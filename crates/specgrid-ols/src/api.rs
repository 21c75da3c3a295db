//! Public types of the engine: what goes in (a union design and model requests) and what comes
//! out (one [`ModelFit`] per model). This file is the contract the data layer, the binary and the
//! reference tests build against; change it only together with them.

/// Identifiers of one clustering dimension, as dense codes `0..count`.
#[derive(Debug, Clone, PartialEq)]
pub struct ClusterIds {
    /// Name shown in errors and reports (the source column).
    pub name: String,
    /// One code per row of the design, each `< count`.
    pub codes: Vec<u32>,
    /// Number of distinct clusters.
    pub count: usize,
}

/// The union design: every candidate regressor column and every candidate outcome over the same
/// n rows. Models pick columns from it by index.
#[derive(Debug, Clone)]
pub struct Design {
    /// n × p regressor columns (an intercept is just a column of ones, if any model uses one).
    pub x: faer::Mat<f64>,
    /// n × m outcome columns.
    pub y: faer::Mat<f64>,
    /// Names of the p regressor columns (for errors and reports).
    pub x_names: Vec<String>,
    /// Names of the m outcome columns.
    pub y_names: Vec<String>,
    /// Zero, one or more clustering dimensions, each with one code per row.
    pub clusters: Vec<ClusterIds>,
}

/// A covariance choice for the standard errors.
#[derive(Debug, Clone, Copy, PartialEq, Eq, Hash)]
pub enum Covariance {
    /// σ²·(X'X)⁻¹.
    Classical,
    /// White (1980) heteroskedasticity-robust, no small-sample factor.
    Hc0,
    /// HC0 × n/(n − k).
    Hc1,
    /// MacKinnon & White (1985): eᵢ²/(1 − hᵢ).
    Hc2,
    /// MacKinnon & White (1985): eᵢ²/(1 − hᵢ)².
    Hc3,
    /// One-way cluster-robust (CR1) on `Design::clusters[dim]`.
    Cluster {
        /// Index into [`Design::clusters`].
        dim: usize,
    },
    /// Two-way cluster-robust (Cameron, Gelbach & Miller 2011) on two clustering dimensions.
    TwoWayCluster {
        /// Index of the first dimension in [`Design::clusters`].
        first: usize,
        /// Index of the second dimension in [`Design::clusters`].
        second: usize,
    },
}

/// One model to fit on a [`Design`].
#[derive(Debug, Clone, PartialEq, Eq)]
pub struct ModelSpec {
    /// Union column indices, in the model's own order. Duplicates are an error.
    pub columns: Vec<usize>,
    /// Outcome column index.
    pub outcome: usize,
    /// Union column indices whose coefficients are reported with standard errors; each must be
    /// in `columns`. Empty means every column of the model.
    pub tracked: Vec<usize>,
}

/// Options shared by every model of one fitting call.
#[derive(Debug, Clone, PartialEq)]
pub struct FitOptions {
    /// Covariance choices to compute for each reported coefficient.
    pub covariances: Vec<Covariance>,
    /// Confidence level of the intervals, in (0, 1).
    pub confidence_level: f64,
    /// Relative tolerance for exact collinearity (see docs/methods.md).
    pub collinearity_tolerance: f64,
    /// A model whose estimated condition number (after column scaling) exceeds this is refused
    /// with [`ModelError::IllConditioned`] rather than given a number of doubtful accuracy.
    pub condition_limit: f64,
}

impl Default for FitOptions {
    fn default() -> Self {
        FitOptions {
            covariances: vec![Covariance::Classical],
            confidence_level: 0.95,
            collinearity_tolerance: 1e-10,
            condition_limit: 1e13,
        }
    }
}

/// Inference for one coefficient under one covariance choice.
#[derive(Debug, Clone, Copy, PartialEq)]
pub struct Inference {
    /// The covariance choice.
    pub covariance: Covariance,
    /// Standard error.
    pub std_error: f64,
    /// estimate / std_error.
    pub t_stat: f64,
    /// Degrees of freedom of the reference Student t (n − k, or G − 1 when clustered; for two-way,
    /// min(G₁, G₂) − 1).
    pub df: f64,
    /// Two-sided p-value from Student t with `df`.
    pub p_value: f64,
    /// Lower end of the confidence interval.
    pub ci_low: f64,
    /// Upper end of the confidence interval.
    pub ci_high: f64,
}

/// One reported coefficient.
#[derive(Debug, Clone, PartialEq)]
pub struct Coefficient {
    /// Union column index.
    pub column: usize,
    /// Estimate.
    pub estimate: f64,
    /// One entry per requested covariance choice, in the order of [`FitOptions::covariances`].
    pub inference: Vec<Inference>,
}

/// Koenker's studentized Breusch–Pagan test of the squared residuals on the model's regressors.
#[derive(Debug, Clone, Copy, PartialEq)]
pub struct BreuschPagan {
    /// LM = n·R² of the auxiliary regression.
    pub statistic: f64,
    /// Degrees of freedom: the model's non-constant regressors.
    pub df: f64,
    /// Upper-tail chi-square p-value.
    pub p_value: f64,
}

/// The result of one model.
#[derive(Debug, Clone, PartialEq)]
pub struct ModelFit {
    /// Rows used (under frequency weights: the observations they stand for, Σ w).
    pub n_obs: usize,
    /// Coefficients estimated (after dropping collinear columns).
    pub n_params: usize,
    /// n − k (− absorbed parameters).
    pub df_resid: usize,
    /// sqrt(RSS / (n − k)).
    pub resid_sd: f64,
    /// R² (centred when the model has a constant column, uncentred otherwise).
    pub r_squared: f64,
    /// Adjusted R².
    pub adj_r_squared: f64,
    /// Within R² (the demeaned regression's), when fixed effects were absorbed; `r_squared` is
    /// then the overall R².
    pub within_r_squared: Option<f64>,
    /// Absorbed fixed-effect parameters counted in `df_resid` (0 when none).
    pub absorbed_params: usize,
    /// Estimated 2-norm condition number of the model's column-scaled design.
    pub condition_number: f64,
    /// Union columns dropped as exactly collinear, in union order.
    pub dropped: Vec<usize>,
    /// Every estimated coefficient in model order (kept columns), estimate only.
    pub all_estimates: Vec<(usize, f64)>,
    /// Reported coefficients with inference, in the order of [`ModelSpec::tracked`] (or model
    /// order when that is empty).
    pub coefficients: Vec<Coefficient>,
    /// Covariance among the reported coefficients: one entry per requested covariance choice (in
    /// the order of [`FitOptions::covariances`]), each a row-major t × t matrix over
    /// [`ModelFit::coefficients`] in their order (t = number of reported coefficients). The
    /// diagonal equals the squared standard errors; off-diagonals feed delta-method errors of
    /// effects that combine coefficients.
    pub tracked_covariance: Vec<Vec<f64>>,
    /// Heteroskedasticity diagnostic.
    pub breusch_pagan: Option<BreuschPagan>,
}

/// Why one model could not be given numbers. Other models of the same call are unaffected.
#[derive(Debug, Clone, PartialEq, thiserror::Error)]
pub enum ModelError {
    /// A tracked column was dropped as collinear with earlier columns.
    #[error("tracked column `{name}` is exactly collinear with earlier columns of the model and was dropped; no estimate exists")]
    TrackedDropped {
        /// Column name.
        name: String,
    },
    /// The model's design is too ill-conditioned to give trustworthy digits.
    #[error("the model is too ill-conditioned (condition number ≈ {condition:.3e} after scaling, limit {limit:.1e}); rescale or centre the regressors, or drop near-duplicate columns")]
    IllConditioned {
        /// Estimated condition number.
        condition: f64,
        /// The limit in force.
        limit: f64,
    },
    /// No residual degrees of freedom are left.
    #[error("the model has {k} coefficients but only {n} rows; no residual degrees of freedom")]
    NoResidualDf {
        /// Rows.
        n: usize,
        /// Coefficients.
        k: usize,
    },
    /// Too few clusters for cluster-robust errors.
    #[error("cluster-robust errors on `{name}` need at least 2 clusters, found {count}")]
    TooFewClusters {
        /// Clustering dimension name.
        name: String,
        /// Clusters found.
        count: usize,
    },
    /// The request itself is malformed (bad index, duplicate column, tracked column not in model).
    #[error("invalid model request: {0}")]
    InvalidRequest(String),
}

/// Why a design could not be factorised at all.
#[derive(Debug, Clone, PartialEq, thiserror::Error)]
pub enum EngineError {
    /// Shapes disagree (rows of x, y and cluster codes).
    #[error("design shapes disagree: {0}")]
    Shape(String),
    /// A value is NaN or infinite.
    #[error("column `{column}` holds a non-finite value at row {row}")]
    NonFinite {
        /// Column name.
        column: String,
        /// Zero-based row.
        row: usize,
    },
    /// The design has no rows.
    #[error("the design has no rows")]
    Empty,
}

*EXERCISE*
In the data above, start at the line that has "Reported coefficients with", stop after the line that has "freedom are left.", and print every line in between exactly as it stands.

*TASK RESULT*
    /// Reported coefficients with inference, in the order of [`ModelSpec::tracked`] (or model
    /// order when that is empty).
    pub coefficients: Vec<Coefficient>,
    /// Covariance among the reported coefficients: one entry per requested covariance choice (in
    /// the order of [`FitOptions::covariances`]), each a row-major t × t matrix over
    /// [`ModelFit::coefficients`] in their order (t = number of reported coefficients). The
    /// diagonal equals the squared standard errors; off-diagonals feed delta-method errors of
    /// effects that combine coefficients.
    pub tracked_covariance: Vec<Vec<f64>>,
    /// Heteroskedasticity diagnostic.
    pub breusch_pagan: Option<BreuschPagan>,
}

/// Why one model could not be given numbers. Other models of the same call are unaffected.
#[derive(Debug, Clone, PartialEq, thiserror::Error)]
pub enum ModelError {
    /// A tracked column was dropped as collinear with earlier columns.
    #[error("tracked column `{name}` is exactly collinear with earlier columns of the model and was dropped; no estimate exists")]
    TrackedDropped {
        /// Column name.
        name: String,
    },
    /// The model's design is too ill-conditioned to give trustworthy digits.
    #[error("the model is too ill-conditioned (condition number ≈ {condition:.3e} after scaling, limit {limit:.1e}); rescale or centre the regressors, or drop near-duplicate columns")]
    IllConditioned {
        /// Estimated condition number.
        condition: f64,
        /// The limit in force.
        limit: f64,
    },
    /// No residual degrees of freedom are left.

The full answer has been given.